**Stored items**
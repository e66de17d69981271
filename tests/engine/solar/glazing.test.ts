import { expect, test } from 'vitest'
import { atIncidence } from '#engine/solar/at-incidence.ts'
import {
  catalogueGlazing,
  clearGlazing,
  hemispherical,
  stackHeat,
  stackOptics,
} from '#engine/solar/glazing.ts'
import { loadLibrary } from '../../../server/libraries/library.ts'

const PANE = { thickness_m: 0.003, extinction_m: 19.6, refractiveIndex: 1.526 }
const FILMS = { outside_Wm2K: 21, inside_Wm2K: 8.29, gap_Wm2K: 6.3, pane_Wm2K: 333 }

test('light on one to four panes is let through, thrown back or absorbed, at every angle', () => {
  for (let panes = 1; panes <= 4; panes++)
    for (let angle = 0; angle <= 90; angle += 5) {
      const { transmittance, reflectance, absorptance } = stackOptics(Array(panes).fill(PANE), angle)
      expect(transmittance + reflectance + absorptance.reduce((a, b) => a + b)).toBeCloseTo(1, 12)
      expect(Math.min(transmittance, reflectance, ...absorptance)).toBeGreaterThanOrEqual(0)
    }
})

test('panes without absorption throw back Fresnel reflection of (1 - r) / (1 + (2N - 1) r), Duffie and Beckman', () => {
  const clear = { ...PANE, extinction_m: 0 }
  const r = (0.526 / 2.526) ** 2
  for (const n of [1, 2, 3])
    expect(stackOptics(Array(n).fill(clear), 0).transmittance).toBeCloseTo(
      (1 - r) / (1 + (2 * n - 1) * r),
      12,
    )
})

test('the mean over the half space of a cosine is two thirds, of a constant itself', () => {
  expect(hemispherical((angle) => Math.cos((angle * Math.PI) / 180))).toBeCloseTo(2 / 3, 6)
  expect(hemispherical(() => 0.5)).toBeCloseTo(0.5, 6)
})

test('between the ten angles the curve keeps within 0.01 of Fresnel at 5, 15, … 85 degrees and never rises', () => {
  for (let n = 1; n <= 3; n++) {
    const panes = Array<typeof PANE>(n).fill(PANE)
    const { transmittance } = clearGlazing(panes, FILMS)
    for (let angle = 5; angle < 90; angle += 10)
      expect(
        Math.abs(atIncidence(transmittance, angle) - stackOptics(panes, angle).transmittance),
      ).toBeLessThan(0.01)
    for (let angle = 0; angle < 90; angle++)
      expect(atIncidence(transmittance, angle + 1)).toBeLessThanOrEqual(atIncidence(transmittance, angle))
    expect(atIncidence(transmittance, 90)).toBe(0)
  }
})

test('averaged pane by pane, the polarizations give the handbook’s rows 5a and 29a (ASHRAE 2005, from memory) within 0.013', () => {
  // The sums that the program does not use: each pane's light averaged over both polarizations, then stacked.
  const averaged = (panes: number, angle: number) => {
    const one = stackOptics([{ ...PANE, extinction_m: 30 }], angle)
    const behind = Array<number>(panes).fill(0)
    for (let i = panes - 2; i >= 0; i--)
      behind[i] =
        one.reflectance + (one.transmittance ** 2 * behind[i + 1]) / (1 - one.reflectance * behind[i + 1])
    const { inwardShare } = stackHeat(panes, FILMS)
    let arriving = 1
    let inwards = 0
    for (let i = 0; i < panes; i++) {
      const leaving = (one.transmittance * arriving) / (1 - one.reflectance * behind[i])
      inwards += inwardShare[i] * one.absorptance[0] * (arriving + behind[i] * leaving)
      arriving = leaving
    }
    return arriving + inwards
  }
  const rows = [
    [2, 0.74, 0.71, 0.64, 0.5, 0.26],
    [3, 0.65, 0.62, 0.54, 0.39, 0.18],
  ]
  for (const [panes, ...printed] of rows)
    [40, 50, 60, 70, 80].forEach((angle, i) =>
      expect(Math.abs(averaged(panes, angle) - printed[i]), `${panes} panes, ${angle}°`).toBeLessThan(0.013),
    )
})

test('rows of the glazing library are the catalogue curves of their U and g, or the panes of the test box', () => {
  for (const row of loadLibrary().glazings.values()) {
    const { panes, directShare } = row as unknown as { panes: number; directShare?: number }
    const boxPane = { ...PANE, thickness_m: 0.003175 }
    const expected =
      row.id === 'test_box_2001'
        ? clearGlazing([boxPane, boxPane], { ...FILMS, gap_Wm2K: 6.297 })
        : catalogueGlazing(row.u_Wm2K, row.solarFactor[0], panes, directShare)
    for (let i = 0; i < 10; i++) {
      expect(Math.abs(row.transmittance[i] - expected.transmittance[i]), row.id).toBeLessThan(1e-4)
      expect(Math.abs(row.solarFactor[i] - expected.solarFactor[i]), row.id).toBeLessThan(1e-4)
      expect(row.solarFactor[i], row.id).toBeGreaterThanOrEqual(row.transmittance[i])
    }
    expect(Math.abs(row.diffuseSolarFactor - expected.diffuseSolarFactor)).toBeLessThan(1e-4)
    expect(Math.abs(row.diffuseTransmittance - expected.diffuseTransmittance)).toBeLessThan(1e-4)
  }
})
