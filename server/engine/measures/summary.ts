import type { ClimateYear } from '../climate/climate-year.ts'
import type { YearTrace } from '../year/year-trace.ts'
import type { HouseModel } from '../zone/house-model.ts'
import { backupHeat, plantUse, type BackupHeat } from './backup-heat.ts'
import { carryOver, type CarryOver } from './carry-over.ts'
import { comfort, type ComfortMeasures } from './comfort.ts'
import { damp, type DampMeasures } from './damp.ts'
import { extremes, type ExtremeMeasures } from './extremes.ts'
import type { Firewood, Fuel } from './firewood.ts'
import { freshAir, type FreshAirMeasures } from './fresh-air.ts'
import { lags, type LagLine } from './lag.ts'
import { ledger, type YearLedger } from './ledger.ts'
import { massDepths, type MassDepth } from './mass-depth.ts'
import { monthlyMeans } from './months.ts'
import { swing, type SwingMeasures } from './swing.ts'

/** Everything the measures want to know beyond trace and climate. */
export interface MeasureSettings {
  /** The house that was simulated, for lengths, volume, windows and layers. */
  readonly model: HouseModel
  readonly people: number
  readonly bedrooms: number
  /** Vapour set free by hour of the day, 24 values [kg/h]. */
  readonly vapour_kgh: readonly number[]
  /** Moisture held by air, things and faces as a multiple of the air alone; 1 for none. */
  readonly vapourBuffer: number
  /** The fixed comfort range. */
  readonly comfort: { readonly low_C: number; readonly high_C: number }
  /** Limits for which hours and days in a row are counted. */
  readonly limits: { readonly below_C: readonly number[]; readonly above_C: readonly number[] }
  readonly fuel: Fuel
  readonly stoveEfficiency: number
  /** Whether the year's end joins its beginning: true for the repeating year, false for a charging year. */
  readonly repeats: boolean
}

/** All measures of one year, plain data. Monthly lists have 12 values, January first. */
export interface YearMeasures {
  readonly months: {
    /** Monthly means of the operative temperature, the outdoor air [°C], and the global radiation [W/m²]. */
    readonly operative_C: number[]
    readonly outdoor_C: number[]
    readonly global_Wm2: number[]
  }
  readonly swing: SwingMeasures
  readonly extremes: ExtremeMeasures
  readonly comfort: ComfortMeasures
  readonly lags: LagLine[]
  readonly ledger: YearLedger
  readonly carryOver: CarryOver | null
  readonly heating: BackupHeat & { readonly firewood: Firewood }
  readonly cooling: BackupHeat
  readonly damp: DampMeasures
  readonly freshAir: FreshAirMeasures
  readonly massDepths: MassDepth[]
}

/**
 * Measures one simulated year. Pure; the answer has no typed arrays and survives JSON.
 *
 * @throws RangeError for settings out of range, naming them
 */
export function measureYear(trace: YearTrace, climate: ClimateYear, settings: MeasureSettings): YearMeasures {
  const { room, elements, windows } = settings.model
  if (settings.vapour_kgh.length !== 24)
    throw new RangeError(`measures: vapour_kgh needs 24 values, got ${settings.vapour_kgh.length}`)
  const order = { firstHour: trace.firstHour, repeats: settings.repeats }
  const length_m = Object.fromEntries(
    elements.filter(({ spec }) => spec.kind === 'section').map(({ name, size }) => [name, size]),
  )
  const shell = new Set(
    elements
      .filter(
        ({ spec, links }) => spec.kind === 'layers' && Object.values(links).some(({ to }) => to !== 'room'),
      )
      .map(({ name }) => name),
  )
  const { fuel, stoveEfficiency } = settings
  return {
    months: {
      operative_C: monthlyMeans(trace.operative_C),
      outdoor_C: monthlyMeans(climate.outdoor_C),
      global_Wm2: monthlyMeans(climate.global_Wm2),
    },
    swing: swing(trace.operative_C),
    extremes: extremes(trace.operative_C, settings.limits, order),
    comfort: comfort(trace.operative_C, climate.outdoor_C, settings.comfort),
    lags: lags(trace, climate),
    ledger: ledger(trace),
    carryOver: carryOver(trace, { length_m, shell, fuel, stoveEfficiency }),
    heating: backupHeat(trace.heating_W, fuel, stoveEfficiency),
    cooling: plantUse(trace.cooling_W),
    damp: damp(
      trace,
      climate,
      { vapour_kgh: settings.vapour_kgh, volume_m3: room.volume_m3, buffer: settings.vapourBuffer },
      windows.map(({ name, glazing }) => ({ name, u_Wm2K: glazing.u_Wm2K })),
    ),
    freshAir: freshAir(trace.outdoorAir_m3s, {
      people: settings.people,
      bedrooms: settings.bedrooms,
      floorArea_m2: room.floorArea_m2,
      volume_m3: room.volume_m3,
    }),
    massDepths: massDepths(settings.model),
  }
}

**EXERCISE OBJECTIVE**
Retype exactly the lines from the start of the entries through the one with "expect(transmittance + reflectance"; include both ends.

**ANSWER SPACE**
repository e66de17d69981271
filename tests/engine/solar/glazing.test.ts
import { expect, test } from 'vitest'
import { atIncidence } from '#engine/solar/at-incidence.ts'
import {
  catalogueGlazing,
  clearGlazing,
  hemispherical,
  stackHeat,
  stackOptics,
} from '#engine/solar/glazing.ts'
import { loadLibrary } from '../../../server/libraries/library.ts'

const PANE = { thickness_m: 0.003, extinction_m: 19.6, refractiveIndex: 1.526 }
const FILMS = { outside_Wm2K: 21, inside_Wm2K: 8.29, gap_Wm2K: 6.3, pane_Wm2K: 333 }

test('light on one to four panes is let through, thrown back or absorbed, at every angle', () => {
  for (let panes = 1; panes <= 4; panes++)
    for (let angle = 0; angle <= 90; angle += 5) {
      const { transmittance, reflectance, absorptance } = stackOptics(Array(panes).fill(PANE), angle)
      expect(transmittance + reflectance + absorptance.reduce((a, b) => a + b)).toBeCloseTo(1, 12)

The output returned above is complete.